I got two Arabian mares and one long horn cow. That's why I get them big round roller bales of hay. I got a 2006 Chevy 3/4 ton Silverado four wheel drive. It doesn't have an extended cab nor automatic transmission. Usually I use my flat bed trailer to haul two of them large bales of hay in. This year the hay was hard to get. I only found some small bales and three of them big roller bales. After the small bales got hauled and stacked I had to get them big bales before they got ripped off. My Chevy Silverado could haul two bales in the trailer and one in the bed. I just had to be carefull so it didn't rolle up and hit the cab. That load didn't bother my old style three quarter ton a bit.


----------



## ShinaKonga (Jun 24, 2010)

shovelhead13 said:


> I got two Arabian mares and one long horn cow. That's why I get them big round roller bales of hay. I got a 2006 Chevy 3/4 ton Silverado four wheel drive. It doesn't have an extended cab nor automatic transmission. Usually I use my flat bed trailer to haul two of them large bales of hay in. This year the hay was hard to get. I only found some small bales and three of them big roller bales. After the small bales got hauled and stacked I had to get them big bales before they got ripped off. My Chevy Silverado could haul two bales in the trailer and one in the bed. I just had to be carefull so it didn't rolle up and hit the cab. That load didn't bother my old style three quarter ton a bit.

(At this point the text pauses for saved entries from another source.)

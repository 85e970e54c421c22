"""The pathway LP as a Pyomo ``ConcreteModel``: one ``Var`` component per variable family and one ``Constraint``
component per constraint family, each row a ``LinearExpression`` built from the prepared sparse arrays.

How the build is kept lean (measured in benchmarks/RESULTS.md; Pyomo's guidance on building expressions faster):

- everything runs inside ``PauseGC`` (no cyclic garbage collection while a few million objects are created);
- numbers enter Pyomo as Python floats (``tolist()``), never numpy scalars;
- variable bounds come from the domain where a whole block is non-negative, and only finite, non-default bounds are
  set one by one;
- the terms of all rows are made in one pass over the nonzeros (a bare variable where the coefficient is 1, else a
  monomial), and each row's ``LinearExpression`` takes its slice of that list as its arguments, with no further
  per-term work;
- a row family has one sense, so each row becomes its relational expression (``==``, ``<=`` or ``>=``) directly,
  without Pyomo converting a ``(lower, body, upper)`` tuple row by row.
"""

from __future__ import annotations

import gc
import math

import numpy as np
import pyomo.environ as pyo
from pyomo.common.gc_manager import PauseGC
from pyomo.core.expr.numeric_expr import LinearExpression, MonomialTermExpression
from pyomo.core.expr.relational_expr import EqualityExpression, InequalityExpression

from .linear_program import LinearProgram

__all__ = ["to_pyomo", "PyomoHandles"]


class PyomoHandles:
    """The Pyomo model with flat lists of its variables and constraints in the LP's column and row order.

    ``var_components`` and ``con_components`` are the ``Var`` and ``Constraint`` components in that same order (one
    per block), which is what the hand-off passes to Pyomo's compiler as the column order."""

    def __init__(
        self,
        model: pyo.ConcreteModel,
        variables: list,
        constraints: list,
        var_components: list | None = None,
        con_components: list | None = None,
    ):
        self.model = model
        self.variables = variables
        self.constraints = constraints
        self.var_components = var_components if var_components is not None else []
        self.con_components = con_components if con_components is not None else []

    def release(self) -> None:
        """Drop the Pyomo model and the lists (HiGHS holds its own copy of the LP once it is passed): at national
        size this frees a few hundred MB before the solve, whose working memory then comes on top of less."""
        model = self.model
        self.model = None
        self.variables = []
        self.constraints = []
        self.var_components = []
        self.con_components = []
        if model is not None:
            # a block refers to itself (so only the slow cycle collector would free it); deleting its components
            # lets reference counting free them, and their rows and terms, at once
            for component in list(model.component_objects(descend_into=False)):
                model.del_component(component)
        gc.unfreeze()


def _add_variables(model: pyo.ConcreteModel, lp: LinearProgram) -> tuple[list, list]:
    flat_vars: list = []
    components: list = []
    for block in lp.variables.values():
        lower, upper = block.lower, block.upper
        non_negative = bool((lower == 0.0).all())
        var = pyo.Var(
            range(block.size), domain=pyo.NonNegativeReals if non_negative else pyo.Reals, dense=True
        )
        model.add_component(block.name, var)
        datas = list(var.values())
        if not non_negative:
            set_lower = np.flatnonzero(np.isfinite(lower))
            for i, value in zip(set_lower.tolist(), lower[set_lower].tolist(), strict=True):
                datas[i].setlb(value)
        set_upper = np.flatnonzero(np.isfinite(upper))
        for i, value in zip(set_upper.tolist(), upper[set_upper].tolist(), strict=True):
            datas[i].setub(value)
        flat_vars.extend(datas)
        components.append(var)
    return flat_vars, components


def _terms(matrix, flat_vars: list) -> list:
    """One Pyomo term per nonzero of the CSR matrix, in storage order: the variable itself where the coefficient is
    exactly 1, else ``coefficient * variable`` as a monomial."""
    variables = [flat_vars[j] for j in matrix.indices.tolist()]
    coefs = matrix.data.tolist()
    terms = list(map(MonomialTermExpression, zip(coefs, variables, strict=True)))
    for k in np.flatnonzero(matrix.data == 1.0).tolist():
        terms[k] = variables[k]
    return terms


def _relations(block_sense: str, exprs: list, lower: list, upper: list) -> list:
    """Relational expressions of one row family (one sense); rows whose bound is infinite become ``(lo, e, hi)``."""
    if block_sense == "==":
        return [EqualityExpression((e, u)) for e, u in zip(exprs, upper, strict=True)]
    if block_sense == "<=":
        return [
            InequalityExpression((e, u), False) if u != math.inf else (None, e, None)
            for e, u in zip(exprs, upper, strict=True)
        ]
    return [
        InequalityExpression((lo, e), False) if lo != -math.inf else (None, e, None)
        for e, lo in zip(exprs, lower, strict=True)
    ]


def to_pyomo(lp: LinearProgram) -> PyomoHandles:
    matrix, row_lower, row_upper = lp.matrix()
    cost = lp.cost_vector()
    model = pyo.ConcreteModel(name="pathcast")
    gc.unfreeze()  # objects an earlier build froze (see below) become collectable again
    with PauseGC():
        flat_vars, var_components = _add_variables(model, lp)
        terms = _terms(matrix, flat_vars)
        indptr = matrix.indptr.tolist()
        lower_all = row_lower.tolist()
        upper_all = row_upper.tolist()
        flat_cons: list = []
        con_components: list = []
        start_row = 0
        for block in lp.row_blocks.values():
            n = block.size
            stop = start_row + n
            exprs = [
                LinearExpression(terms[a:b])
                for a, b in zip(indptr[start_row:stop], indptr[start_row + 1 : stop + 1], strict=True)
            ]
            relations = _relations(block.sense, exprs, lower_all[start_row:stop], upper_all[start_row:stop])
            con = pyo.Constraint(range(n), rule=lambda m, i, _r=relations: _r[i])
            model.add_component(block.name, con)
            flat_cons.extend(con.values())
            con_components.append(con)
            start_row = stop

        nz = np.flatnonzero(cost)
        objective = LinearExpression(
            constant=0.0, linear_coefs=cost[nz].tolist(), linear_vars=[flat_vars[j] for j in nz.tolist()]
        )
        model.total_discounted_cost = pyo.Objective(expr=objective, sense=pyo.minimize)
        # The model's millions of objects live until the solve: freezing them keeps every later garbage collection
        # from scanning them again (measured: 0.75 s in the build and 2.6 s in the hand-off at 303 000 rows, a
        # third of both). They stay freed by reference counting; cycles among them wait for the next build or
        # release(), which unfreeze.
        gc.freeze()
    return PyomoHandles(model, flat_vars, flat_cons, var_components, con_components)
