"""The address of an existing dask scheduler (``pathcast ensemble --scheduler ADDRESS``): checked before anything is
solved or written.

1. :func:`parse_scheduler_address` refuses a malformed address (no ``tcp://`` or ``tls://`` scheme, no host, a port
   that is not a whole number in 1-65535) with a :class:`~pathcast.errors.ScenarioError` (exit 2): the command line
   has to change.
2. :func:`check_scheduler` opens a TCP connection and asks the scheduler who it is (the dask ``identity`` message),
   all within ``timeout_s`` seconds (default :data:`DEFAULT_CONNECT_TIMEOUT_S`). A refused connection, no answer, a
   web server or another program on that port, or a dask worker instead of a scheduler is a
   :class:`SchedulerUnreachableError`: exit 4 (:data:`~pathcast.errors.EXIT_SOLVER_FAILURE`), the code of "the
   input is valid but the computation could not be carried out", because the same command works once the scheduler
   answers (it may not have started yet, or a network path is down) and nothing about the ensemble file is wrong.

The check runs in a daemon thread joined with a deadline, so even a host name whose lookup hangs cannot hold the
command past the timeout (plus a second of grace).
"""

from __future__ import annotations

import asyncio
import ipaddress
import math
import re
import socket
import threading
import time
from dataclasses import dataclass
from typing import Any

from ..errors import ScenarioError, SolverError

__all__ = [
    "DEFAULT_CONNECT_TIMEOUT_S",
    "SCHEMES",
    "SchedulerAddress",
    "SchedulerUnreachableError",
    "check_scheduler",
    "parse_connect_timeout",
    "parse_scheduler_address",
]

DEFAULT_CONNECT_TIMEOUT_S = (
    10.0  # a scheduler on a reachable network answers in well under a second; no source
)
SCHEMES = ("tcp", "tls")
_GRACE_S = 1.0  # extra time the caller waits for the checking thread to report [s]
_ADDRESS = re.compile(
    r"^(?P<scheme>[A-Za-z][A-Za-z0-9+.-]*)://(?P<host>\[[^\]]*\]|[^:/\[\]]*)(?::(?P<port>[^/]*))?/?$"
)


class SchedulerUnreachableError(SolverError):
    """A well-formed ``--scheduler`` address did not answer as a dask scheduler within the connect timeout (exit 4:
    the input is valid; the computing infrastructure is not there)."""


@dataclass(frozen=True)
class SchedulerAddress:
    scheme: str
    host: str  # without IPv6 brackets
    port: int

    @property
    def address(self) -> str:
        host = f"[{self.host}]" if ":" in self.host else self.host
        return f"{self.scheme}://{host}:{self.port}"


def _expected(timeout_s: float | None = None) -> str:
    within = f" that answers within {timeout_s:g} s" if timeout_s is not None else ""
    return f"a dask scheduler address such as tcp://host:8786{within}"


def parse_scheduler_address(text: str) -> SchedulerAddress:
    """``scheme://host:port`` with scheme tcp or tls and a port in 1-65535; anything else is a ScenarioError."""

    def refuse(why: str) -> ScenarioError:
        return ScenarioError(
            f"--scheduler: got {text!r}; expected {_expected()} ({why}).", field="--scheduler"
        )

    text = str(text)
    match = _ADDRESS.match(text.strip())
    if match is None:
        if "://" not in text:
            raise refuse("the scheme tcp:// or tls:// is missing")
        raise refuse("scheme://host:port with nothing after the port")
    scheme = match["scheme"].lower()
    if scheme not in SCHEMES:
        why = f"the scheme is tcp:// or tls://, not {scheme}://"
        if scheme in ("http", "https"):
            why += " (an http:// address is the dashboard's, not the scheduler's)"
        raise refuse(why)
    host = match["host"]
    if host.startswith("["):
        host = host[1:-1]
        try:
            ipaddress.IPv6Address(host)
        except ValueError:
            raise refuse(f"{host!r} between brackets is not an IPv6 address") from None
    if not host:
        raise refuse("the host is missing")
    port = match["port"]
    if port is None or port == "":
        raise refuse("the port is missing")
    if not re.fullmatch(r"\d{1,5}", port) or not 1 <= int(port) <= 65535:
        raise refuse(f"the port is a whole number from 1 to 65535, not {port!r}")
    return SchedulerAddress(scheme, host, int(port))


def parse_connect_timeout(value: Any) -> float:
    """A connect timeout in seconds: a finite number above 0 (ScenarioError otherwise)."""
    try:
        seconds = float(value)
    except (TypeError, ValueError):
        seconds = math.nan
    if not (math.isfinite(seconds) and seconds > 0):
        raise ScenarioError(
            f"--connect-timeout: got {value!r}; expected a number of seconds above 0 such as 10.",
            field="--connect-timeout",
        )
    return seconds


async def _identity(address: str, timeout_s: float) -> dict:
    from distributed.comm import connect
    from distributed.security import Security

    args = Security().get_connection_args("client")
    comm = await connect(address, timeout=timeout_s, **args)
    try:
        await comm.write({"op": "identity", "reply": True})
        return await comm.read()
    finally:
        comm.abort()


def _probe(parsed: SchedulerAddress, timeout_s: float) -> tuple[str, dict | None]:
    """("ok", identity) or (reason it failed, None); never raises."""
    started = time.monotonic()
    try:
        with socket.create_connection((parsed.host, parsed.port), timeout=timeout_s):
            pass
    except ConnectionRefusedError:
        return "a refused connection (nothing listens on that port)", None
    except socket.gaierror:
        return f"a host name that does not resolve ({parsed.host!r})", None
    except TimeoutError:
        return f"no TCP connection within {timeout_s:g} s", None
    except OSError as error:
        return f"no TCP connection ({error.strerror or error})", None
    left = max(0.1, timeout_s - (time.monotonic() - started))
    try:
        reply = asyncio.run(asyncio.wait_for(_identity(parsed.address, left), left))
    except TimeoutError:
        return (
            f"a TCP connection but no dask scheduler reply within {timeout_s:g} s "
            "(another program, such as a web server, listens on that port)"
        ), None
    except Exception as error:  # closed, garbled or refused handshakes all mean: not a dask scheduler
        name = type(error).__name__
        return (
            f"a TCP connection but no dask scheduler reply ({name}: another program listens on that port)",
            None,
        )
    if not isinstance(reply, dict) or reply.get("type") != "Scheduler":
        kind = reply.get("type") if isinstance(reply, dict) else type(reply).__name__
        return f"a dask {kind} rather than a scheduler", None
    return "ok", reply


def check_scheduler(address: str | SchedulerAddress, timeout_s: float = DEFAULT_CONNECT_TIMEOUT_S) -> dict:
    """Parse ``address`` and make sure a dask scheduler answers there within ``timeout_s`` seconds; return its
    identity (type, id, address, n_workers, ...). ScenarioError for a malformed address, SchedulerUnreachableError
    when it does not answer as a scheduler."""
    parsed = address if isinstance(address, SchedulerAddress) else parse_scheduler_address(address)
    timeout_s = parse_connect_timeout(timeout_s)
    outcome: list[tuple[str, dict | None]] = []
    thread = threading.Thread(
        target=lambda: outcome.append(_probe(parsed, timeout_s)), name="pathcast-scheduler-check", daemon=True
    )
    thread.start()
    thread.join(timeout_s + _GRACE_S)
    reason, reply = outcome[0] if outcome else (f"no answer within {timeout_s:g} s", None)
    if reply is None:
        raise SchedulerUnreachableError(
            f"--scheduler: got {reason} at {parsed.address}; expected {_expected(timeout_s)} "
            "(start the scheduler, check the address, or raise --connect-timeout)."
        )
    return reply
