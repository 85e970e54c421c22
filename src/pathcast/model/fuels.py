"""Fuels: supply per year, fuel burned in power plants, converters (electrolysers draw electricity in the hours they
run; fuel-to-fuel converters run on a yearly basis), deliveries to final demand, and a yearly balance per fuel.

Energy flows of fuels are in PJ/yr. Hourly electricity drawn over a year is sum_d w_d sum_h P [GWh] x 0.0036 PJ/GWh.
The yearly balance lets a fuel made in one hour be used in another within the year: fuel storage within the year is
assumed available at no cost (documented simplification).
"""

from __future__ import annotations

import numpy as np

from ..scenario.inputs import PJ_PER_GW_YEAR, PJ_PER_GWH
from .context import BuildContext

__all__ = ["add_fuels"]


def add_fuels(ctx: BuildContext) -> None:
    lp, inputs, Y, D, H = ctx.lp, ctx.inputs, ctx.Y, ctx.D, ctx.H
    fuels = list(inputs.fuels)
    fuel_index = {f: i for i, f in enumerate(fuels)}
    hw = ctx.hour_weight  # [Y, D, H] hours of the year per representative hour

    # --- fuel burned by power plants [PJ/yr] -------------------------------------------------------------------
    burners = ctx.fuel_generators
    gen_pos = {t.name: i for i, t in enumerate(ctx.dispatched_generators)}  # fuel burners are never pooled
    fuel_use = lp.add_variables("fuel_use", ("technology", "year"), (len(burners), Y), "PJ/yr")
    ctx.blocks["fuel_use"] = fuel_use
    if burners:
        rows = lp.add_rows("fuel_use_definition", ("technology", "year"), (len(burners), Y), "==", "PJ/yr")
        r = rows.local()
        rows.add(r, fuel_use.all(), 1.0)
        generation = ctx.blocks["generation"].all()
        for i, t in enumerate(burners):
            coef = -hw * PJ_PER_GWH / t.efficiency
            rows.add(np.broadcast_to(r[i][:, None, None], (Y, D, H)), generation[gen_pos[t.name]], coef)

    # --- converters ----------------------------------------------------------------------------------------------
    electric = ctx.electric_converters
    power = lp.add_variables(
        "converter_power", ("technology", "year", "day", "hour"), (len(electric), Y, D, H), "GW"
    )
    ctx.blocks["converter_power"] = power
    if electric:
        shape = (len(electric), Y, D, H)
        rows = lp.add_rows("converter_power_limit", ("technology", "year", "day", "hour"), shape, "<=", "GW")
        r = rows.local()
        rows.add(r, power.all(), 1.0)
        availability = np.stack([t.availability for t in electric])
        capacity = ctx.capacity_columns(electric)
        rows.add(
            r,
            np.broadcast_to(capacity[:, :, None, None], shape),
            -np.broadcast_to(availability[:, None], shape),
        )
        vom = np.array([t.variable_om for t in electric])
        lp.add_cost(power.all(), vom[:, None, None, None] * ctx.hour_cost_weight[None])

    fuel_conv = ctx.fuel_converters
    conv_input = lp.add_variables("converter_input", ("technology", "year"), (len(fuel_conv), Y), "PJ/yr")
    ctx.blocks["converter_input"] = conv_input
    if fuel_conv:
        rows = lp.add_rows(
            "converter_input_limit", ("technology", "year"), (len(fuel_conv), Y), "<=", "PJ/yr"
        )
        r = rows.local()
        rows.add(r, conv_input.all(), 1.0)
        capacity = ctx.capacity_columns(fuel_conv)
        avail = np.array([[t.converter_availability * PJ_PER_GW_YEAR] for t in fuel_conv])
        rows.add(r, capacity, -np.broadcast_to(avail, capacity.shape))
        vom_per_pj = np.array(
            [[t.variable_om / PJ_PER_GWH] for t in fuel_conv]
        )  # [million/GWh] -> [million/PJ]
        lp.add_cost(conv_input.all(), vom_per_pj * ctx.discount[None, :])

    # --- supplies ------------------------------------------------------------------------------------------------
    supplies = inputs.supplies
    supply = lp.add_variables(
        "supply",
        ("supply", "year"),
        (len(supplies), Y),
        "PJ/yr",
        upper=np.array([s.potential_pj for s in supplies]).reshape(len(supplies), Y),
    )
    ctx.blocks["supply"] = supply
    for i, s in enumerate(supplies):
        lp.add_cost(supply.all()[i], s.price * ctx.discount)

    # --- final demand for fuels ------------------------------------------------------------------------------------
    demands = inputs.fuel_demands
    pairs = [(i, fuel_index[c]) for i, d in enumerate(demands) for c in d.served_by]
    ctx.delivery_pairs = pairs
    delivery = lp.add_variables("delivery", ("pair", "year"), (len(pairs), Y), "PJ/yr")
    unserved_fuel = lp.add_variables("unserved_fuel", ("demand", "year"), (len(demands), Y), "PJ/yr")
    ctx.blocks.update(delivery=delivery, unserved_fuel=unserved_fuel)
    if demands:
        rows = lp.add_rows(
            "fuel_demand",
            ("demand", "year"),
            (len(demands), Y),
            "==",
            "PJ/yr",
            rhs=np.array([d.demand_pj for d in demands]),
        )
        r = rows.local()
        for p, (d, _c) in enumerate(pairs):
            rows.add(r[d], delivery.all()[p], 1.0)
        rows.add(r, unserved_fuel.all(), 1.0)
        lp.add_cost(unserved_fuel.all(), inputs.value_of_unserved_fuel * ctx.discount[None, :])

    # --- yearly balance per fuel: supply + conversion output >= burned + conversion input + delivered -----------
    if fuels:
        balance = lp.add_rows("fuel_balance", ("fuel", "year"), (len(fuels), Y), ">=", "PJ/yr")
        r = balance.local()
        for i, s in enumerate(supplies):
            balance.add(r[fuel_index[s.output]], supply.all()[i], 1.0)
        for i, t in enumerate(burners):
            balance.add(r[fuel_index[t.fuel]], fuel_use.all()[i], -1.0)
        for i, t in enumerate(electric):
            out = np.broadcast_to(r[fuel_index[t.output]][:, None, None], (Y, D, H))
            balance.add(out, power.all()[i], t.efficiency * hw * PJ_PER_GWH)
        for i, t in enumerate(fuel_conv):
            balance.add(r[fuel_index[t.output]], conv_input.all()[i], t.efficiency)
            balance.add(r[fuel_index[t.input]], conv_input.all()[i], -1.0)
        for p, (_d, c) in enumerate(pairs):
            balance.add(r[c], delivery.all()[p], -1.0)
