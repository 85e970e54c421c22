"""Run an ensemble: make the members, skip those already stored, solve the rest serially or on a dask.distributed
cluster (a LocalCluster of single-threaded worker processes, or an existing scheduler), store each member as it
finishes, then write the summary tables and figures.

Resuming: members are stored under the SHA-256 of their fully resolved scenario, so a re-run (after an interruption,
or with more members) solves only the scenarios not stored yet. The base scenario's optimal basis is kept in
DIR/basis/<base hash>.npz so a resumed run does not solve the base again.

Order: everything that can fail without a solve happens before anything is written to DIR -- the ensemble file and
its ranges (:func:`pathcast.ensemble.spec.load_ensemble`), the ``scheduler`` address and the output folder
(:func:`pathcast.ensemble.outputs.check_ensemble_folder`) are checked, then the executor starts: a local cluster, or a connection to the scheduler, which must answer as a dask
scheduler within ``connect_timeout`` seconds (:mod:`pathcast.ensemble.scheduler`). Only then are DIR/ensemble.json
and the members written, so a wrong or unreachable address leaves DIR as it was (not even created).
"""

from __future__ import annotations

import logging
import math
import os
import sys
import time
import uuid
import warnings
from collections.abc import Callable, Iterator
from dataclasses import dataclass, field, replace
from pathlib import Path
from typing import TYPE_CHECKING

from ..errors import PathcastError
from ..pipeline import package_versions
from .members import member_mapping, overrides_for, scenario_hash
from .outputs import check_ensemble_folder, mark_ensemble_folder
from .sampling import Member, design_members
from .scheduler import (
    DEFAULT_CONNECT_TIMEOUT_S,
    SchedulerUnreachableError,
    check_scheduler,
    parse_connect_timeout,
    parse_scheduler_address,
)
from .spec import EnsembleSpec, load_ensemble
from .store import MemberStore, remove_leftovers, write_json_atomic
from .worker import MemberTask, SharedContext, solve_base, solve_member

if TYPE_CHECKING:  # dask is imported only when a cluster is started
    from distributed import LocalCluster

__all__ = ["run_ensemble", "EnsembleRun", "ProgressBar", "plan_members", "write_design"]


@dataclass
class EnsembleRun:
    """What a run did. ``solved_now``/``failed_now`` count the members attempted in this run; ``skipped`` those found
    stored already; ``reference_solves`` the base solves made only to get its basis for warm starts."""

    spec: EnsembleSpec
    out: Path
    members: list[Member]
    hashes: list[str]
    unique: int
    solved_now: int = 0
    failed_now: int = 0
    skipped: int = 0
    reference_solves: int = 0
    wall_s: float = 0.0
    workers: int = 1
    mode: str = "serial"
    outputs: list[Path] = field(default_factory=list)
    records: list[dict] = field(default_factory=list, repr=False)  # the records made in this run

    @property
    def attempted(self) -> int:
        return self.solved_now + self.failed_now


class ProgressBar:
    """Plain text on stderr: members done of all, failures, rate and ETA (one line rewritten on a terminal)."""

    def __init__(self, name: str, total: int, done: int, failed: int, stream=None, enabled: bool = True):
        self.name, self.total, self.done, self.failed = name, total, done, failed
        self.skipped = done
        self.stream = stream or sys.stderr
        self.enabled = enabled
        self.started = time.perf_counter()
        self.tty = hasattr(self.stream, "isatty") and self.stream.isatty()
        self.step = max(1, total // 20)
        self.show(force=True)

    def update(self, failed: bool) -> None:
        self.done += 1
        self.failed += int(failed)
        self.show()

    def line(self) -> str:
        elapsed = time.perf_counter() - self.started
        fresh = self.done - self.skipped
        rate = fresh / elapsed * 60.0 if elapsed > 0 and fresh else 0.0
        left = self.total - self.done
        eta = _duration(left / rate * 60.0) if rate > 0 and left else ("done" if not left else "?")
        earlier = f", {self.skipped} from earlier runs" if self.skipped else ""
        return (
            f"ensemble {self.name}: {self.done}/{self.total} members{earlier}, {self.failed} failed | "
            f"{rate:.1f} members/min | ETA {eta}"
        )

    def show(self, force: bool = False) -> None:
        if not self.enabled:
            return
        if self.tty:
            self.stream.write("\r" + self.line().ljust(100))
            if self.done >= self.total:
                self.stream.write("\n")
        elif force or self.done >= self.total or (self.done - self.skipped) % self.step == 0:
            self.stream.write(self.line() + "\n")
        self.stream.flush()


def _duration(seconds: float) -> str:
    seconds = int(round(seconds))
    hours, rest = divmod(seconds, 3600)
    return f"{hours}:{rest // 60:02d}:{rest % 60:02d}"


def plan_members(spec: EnsembleSpec) -> tuple[list[Member], list[str], dict[str, MemberTask]]:
    """The design's members, each one's scenario hash, and one task per distinct scenario (in member order)."""
    members = design_members(spec)
    hashes, tasks = [], {}
    for member in members:
        digest = scenario_hash(member_mapping(spec, member.samples)) if member.samples else spec.base_hash
        hashes.append(digest)
        if digest not in tasks:
            tasks[digest] = MemberTask(digest, dict(member.samples), overrides_for(spec, member.samples))
    return members, hashes, tasks


def _shown(value):
    return {str(k): v for k, v in value.items()} if isinstance(value, dict) else value


def write_design(spec: EnsembleSpec, members: list[Member], hashes: list[str], out: Path) -> Path:
    f = spec.file
    meta = spec.base.scenario.metadata
    inputs = {}
    for label, item in f.inputs.items():
        inputs[label] = {
            "path": item.path,
            "as": item.apply,
            "distribution": getattr(item, "distribution", "values"),
            "spec": item.model_dump(by_alias=True, exclude={"path", "apply", "distribution"}),
            "base_value": spec.base_values[label],
        }
    data = {
        "name": f.name,
        "description": f.description,
        "file": str(spec.path),
        "base": str(spec.base_path),
        "base_hash": spec.base_hash,
        "design": f.design,
        "seed": f.seed,
        "members_count": len(members),
        "grid_levels": f.grid_levels,
        "tornado_quantiles": list(f.tornado_quantiles),
        "warm_start": f.warm_start,
        "reference_budget_mt": f.reference_budget_mt,
        "currency": meta.currency,
        "price_year": meta.price_year,
        "scenario": meta.name,
        "inputs": inputs,
        "versions": package_versions(),
        "members": [
            {"index": m.index, "role": m.role, "hash": h, "samples": m.samples}
            for m, h in zip(members, hashes, strict=True)
        ],
    }
    return write_json_atomic(out / "ensemble.json", data)


class _Serial:
    mode = "serial"
    workers = 1

    def __enter__(self):
        return self

    def __exit__(self, *_):
        return False

    def base(self, context: SharedContext):
        return solve_base(context)

    def run(self, tasks: list[MemberTask], context: SharedContext) -> Iterator[tuple[MemberTask, dict]]:
        for task in tasks:
            yield task, solve_member(task, context)
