"""What every constraint family needs: the inputs, the linear program being filled, and the index lists."""

from __future__ import annotations

from dataclasses import dataclass, field

import numpy as np

from ..scenario.inputs import ModelInputs, TechnologyInputs
from ..scenario.schema import ELECTRICITY
from .linear_program import LinearProgram, VariableBlock

__all__ = ["BuildContext"]


@dataclass
class BuildContext:
    inputs: ModelInputs
    lp: LinearProgram = field(default_factory=LinearProgram)
    blocks: dict[str, VariableBlock] = field(default_factory=dict)

    def __post_init__(self) -> None:
        techs = self.inputs.technologies
        self.capacity_techs: list[TechnologyInputs] = list(techs)
        self.generators = [t for t in techs if t.kind == "generator"]
        self.storage = [t for t in techs if t.kind == "storage"]
        self.converters = [t for t in techs if t.kind == "converter"]
        self.electric_converters = [t for t in self.converters if t.input == ELECTRICITY]
        self.fuel_converters = [t for t in self.converters if t.input != ELECTRICITY]
        self.fuel_generators = [t for t in self.generators if t.fuel is not None]
        # Generators that burn no fuel, cost nothing per MWh and count as clean: their output only enters the
        # electricity balance (and the clean share), so availability x capacity less one curtailment per hour shared
        # by all of them has the same optimum as one output variable and limit row per generator.
        pooled = bool(self.inputs.solver.get("pooled_curtailment", True))
        is_pooled = [pooled and t.fuel is None and t.variable_om == 0.0 and t.clean for t in self.generators]
        self.pooled_generators = [t for t, p in zip(self.generators, is_pooled, strict=True) if p]
        self.dispatched_generators = [t for t, p in zip(self.generators, is_pooled, strict=True) if not p]
        self.position = {t.name: i for i, t in enumerate(self.capacity_techs)}
        self.Y = len(self.inputs.years)
        self.D = len(self.inputs.day_names)
        self.H = self.inputs.hours
        df = self.inputs.discount_factor
        w = self.inputs.day_weights
        # each representative hour stands for w_d hours of the year: energy [GWh] = power [GW] x w_d
        self.hour_weight = np.broadcast_to(w[None, :, None], (self.Y, self.D, self.H))
        self.hour_cost_weight = df[:, None, None] * w[None, :, None]  # [Y, D, H] discounted hours
        self.discount = df

    def capacity_columns(self, techs: list[TechnologyInputs]) -> np.ndarray:
        """Columns of capacity in service [len(techs), Y] for the given technologies."""
        capacity = self.blocks["capacity"]
        rows = np.array([self.position[t.name] for t in techs], dtype=int)
        return capacity.all()[rows] if len(rows) else np.zeros((0, self.Y), dtype=int)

I'm talking about hauling horses...


----------



## VT Trail Trotters (Jul 21, 2011)

ShinaKonga said:


> Yes, me and Tia usually get carried away any time we end up on the same thread. :lol:
> 
> You can haul with a Jeep Liberty? Dang, if I was a jeep girl I'd be in luck! As for the Dodges, hows the gas mileage on them? I can only be having one car right now, and I don't want to be shelling out 13-15 mpg to drive to work if I have another option.
> V8 is an engine term, right? Is that the amount of cylinders, such as the six I have in my Ranger? Taking a guess here so I don't start assuming things.


Well Shina, on a 2011 Dodge 1500 with the Hemi it is 20 mpg better than out V6 Jeep. That only gets 15 mpg, makes no sense to me.


----------